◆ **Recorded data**
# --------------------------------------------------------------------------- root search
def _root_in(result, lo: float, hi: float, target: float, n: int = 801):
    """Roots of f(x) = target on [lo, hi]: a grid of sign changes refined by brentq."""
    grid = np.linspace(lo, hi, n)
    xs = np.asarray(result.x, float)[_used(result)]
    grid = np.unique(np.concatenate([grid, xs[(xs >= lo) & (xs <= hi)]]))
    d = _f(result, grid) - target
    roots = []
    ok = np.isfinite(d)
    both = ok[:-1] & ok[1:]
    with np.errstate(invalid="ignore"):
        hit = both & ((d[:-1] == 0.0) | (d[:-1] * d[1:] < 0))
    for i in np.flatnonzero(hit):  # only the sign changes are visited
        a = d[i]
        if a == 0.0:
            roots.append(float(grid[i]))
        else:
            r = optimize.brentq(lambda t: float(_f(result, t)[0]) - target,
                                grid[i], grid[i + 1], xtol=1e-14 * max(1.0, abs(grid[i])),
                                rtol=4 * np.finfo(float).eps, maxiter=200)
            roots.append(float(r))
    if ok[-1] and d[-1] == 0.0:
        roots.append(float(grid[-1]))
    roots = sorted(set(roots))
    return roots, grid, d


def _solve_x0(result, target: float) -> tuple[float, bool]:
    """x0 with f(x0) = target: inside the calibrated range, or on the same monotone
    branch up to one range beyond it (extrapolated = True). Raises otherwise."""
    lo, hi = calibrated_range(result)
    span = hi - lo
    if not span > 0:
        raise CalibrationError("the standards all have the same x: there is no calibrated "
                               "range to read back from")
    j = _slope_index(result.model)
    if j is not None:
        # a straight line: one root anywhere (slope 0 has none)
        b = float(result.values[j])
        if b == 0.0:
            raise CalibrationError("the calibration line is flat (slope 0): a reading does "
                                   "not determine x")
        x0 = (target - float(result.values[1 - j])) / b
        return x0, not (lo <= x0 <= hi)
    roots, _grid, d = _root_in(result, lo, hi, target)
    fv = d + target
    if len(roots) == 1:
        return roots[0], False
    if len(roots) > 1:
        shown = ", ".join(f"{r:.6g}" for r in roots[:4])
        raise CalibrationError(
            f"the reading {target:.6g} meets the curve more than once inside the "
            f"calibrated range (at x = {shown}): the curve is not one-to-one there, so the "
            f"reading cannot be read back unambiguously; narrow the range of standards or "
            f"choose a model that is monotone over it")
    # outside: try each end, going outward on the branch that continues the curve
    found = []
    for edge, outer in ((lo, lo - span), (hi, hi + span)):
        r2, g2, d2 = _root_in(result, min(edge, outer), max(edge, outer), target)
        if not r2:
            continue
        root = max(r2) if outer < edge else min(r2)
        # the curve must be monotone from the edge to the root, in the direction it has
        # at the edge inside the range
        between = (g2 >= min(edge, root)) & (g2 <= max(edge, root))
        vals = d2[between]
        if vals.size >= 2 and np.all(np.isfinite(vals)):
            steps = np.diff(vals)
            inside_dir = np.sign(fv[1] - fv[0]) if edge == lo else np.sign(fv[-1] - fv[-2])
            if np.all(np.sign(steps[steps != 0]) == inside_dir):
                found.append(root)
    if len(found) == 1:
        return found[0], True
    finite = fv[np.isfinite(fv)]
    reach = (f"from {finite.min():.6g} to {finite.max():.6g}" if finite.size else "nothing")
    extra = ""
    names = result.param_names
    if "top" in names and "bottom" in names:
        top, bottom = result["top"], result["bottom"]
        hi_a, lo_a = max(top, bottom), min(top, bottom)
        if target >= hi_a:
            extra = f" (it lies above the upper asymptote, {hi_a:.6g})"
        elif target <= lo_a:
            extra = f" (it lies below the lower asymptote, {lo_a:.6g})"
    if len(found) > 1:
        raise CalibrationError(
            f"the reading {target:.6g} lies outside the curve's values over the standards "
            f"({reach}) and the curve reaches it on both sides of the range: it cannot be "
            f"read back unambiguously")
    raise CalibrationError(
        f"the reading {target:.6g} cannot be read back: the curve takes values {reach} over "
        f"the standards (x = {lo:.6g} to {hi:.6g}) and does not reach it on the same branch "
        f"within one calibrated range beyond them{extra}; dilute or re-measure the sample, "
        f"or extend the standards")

◆ **Problem description**
Restate the data above word for word.

◆ **The completed task**
# --------------------------------------------------------------------------- root search
def _root_in(result, lo: float, hi: float, target: float, n: int = 801):
    """Roots of f(x) = target on [lo, hi]: a grid of sign changes refined by brentq."""
    grid = np.linspace(lo, hi, n)
    xs = np.asarray(result.x, float)[_used(result)]
    grid = np.unique(np.concatenate([grid, xs[(xs >= lo) & (xs <= hi)]]))
    d = _f(result, grid) - target
    roots = []
    ok = np.isfinite(d)
    both = ok[:-1] & ok[1:]
    with np.errstate(invalid="ignore"):
        hit = both & ((d[:-1] == 0.0) | (d[:-1] * d[1:] < 0))
    for i in np.flatnonzero(hit):  # only the sign changes are visited
        a = d[i]
        if a == 0.0:
            roots.append(float(grid[i]))
        else:
            r = optimize.brentq(lambda t: float(_f(result, t)[0]) - target,
                                grid[i], grid[i + 1], xtol=1e-14 * max(1.0, abs(grid[i])),
                                rtol=4 * np.finfo(float).eps, maxiter=200)
            roots.append(float(r))
    if ok[-1] and d[-1] == 0.0:
        roots.append(float(grid[-1]))
    roots = sorted(set(roots))
    return roots, grid, d


def _solve_x0(result, target: float) -> tuple[float, bool]:
    """x0 with f(x0) = target: inside the calibrated range, or on the same monotone
    branch up to one range beyond it (extrapolated = True). Raises otherwise."""
    lo, hi = calibrated_range(result)
    span = hi - lo
    if not span > 0:
        raise CalibrationError("the standards all have the same x: there is no calibrated "
                               "range to read back from")
    j = _slope_index(result.model)
    if j is not None:
        # a straight line: one root anywhere (slope 0 has none)
        b = float(result.values[j])
        if b == 0.0:
            raise CalibrationError("the calibration line is flat (slope 0): a reading does "
                                   "not determine x")
        x0 = (target - float(result.values[1 - j])) / b
        return x0, not (lo <= x0 <= hi)
    roots, _grid, d = _root_in(result, lo, hi, target)
    fv = d + target
    if len(roots) == 1:
        return roots[0], False
    if len(roots) > 1:
        shown = ", ".join(f"{r:.6g}" for r in roots[:4])
        raise CalibrationError(
            f"the reading {target:.6g} meets the curve more than once inside the "
            f"calibrated range (at x = {shown}): the curve is not one-to-one there, so the "
            f"reading cannot be read back unambiguously; narrow the range of standards or "
            f"choose a model that is monotone over it")
    # outside: try each end, going outward on the branch that continues the curve
    found = []
    for edge, outer in ((lo, lo - span), (hi, hi + span)):
        r2, g2, d2 = _root_in(result, min(edge, outer), max(edge, outer), target)
        if not r2:
            continue
        root = max(r2) if outer < edge else min(r2)
        # the curve must be monotone from the edge to the root, in the direction it has
        # at the edge inside the range
        between = (g2 >= min(edge, root)) & (g2 <= max(edge, root))
        vals = d2[between]
        if vals.size >= 2 and np.all(np.isfinite(vals)):
            steps = np.diff(vals)
            inside_dir = np.sign(fv[1] - fv[0]) if edge == lo else np.sign(fv[-1] - fv[-2])
            if np.all(np.sign(steps[steps != 0]) == inside_dir):
                found.append(root)
    if len(found) == 1:
        return found[0], True
    finite = fv[np.isfinite(fv)]
    reach = (f"from {finite.min():.6g} to {finite.max():.6g}" if finite.size else "nothing")
    extra = ""
    names = result.param_names
    if "top" in names and "bottom" in names:
        top, bottom = result["top"], result["bottom"]
        hi_a, lo_a = max(top, bottom), min(top, bottom)
        if target >= hi_a:
            extra = f" (it lies above the upper asymptote, {hi_a:.6g})"
        elif target <= lo_a:
            extra = f" (it lies below the lower asymptote, {lo_a:.6g})"
    if len(found) > 1:
        raise CalibrationError(
            f"the reading {target:.6g} lies outside the curve's values over the standards "
            f"({reach}) and the curve reaches it on both sides of the range: it cannot be "
            f"read back unambiguously")
    raise CalibrationError(
        f"the reading {target:.6g} cannot be read back: the curve takes values {reach} over "
        f"the standards (x = {lo:.6g} to {hi:.6g}) and does not reach it on the same branch "
        f"within one calibrated range beyond them{extra}; dilute or re-measure the sample, "
        f"or extend the standards")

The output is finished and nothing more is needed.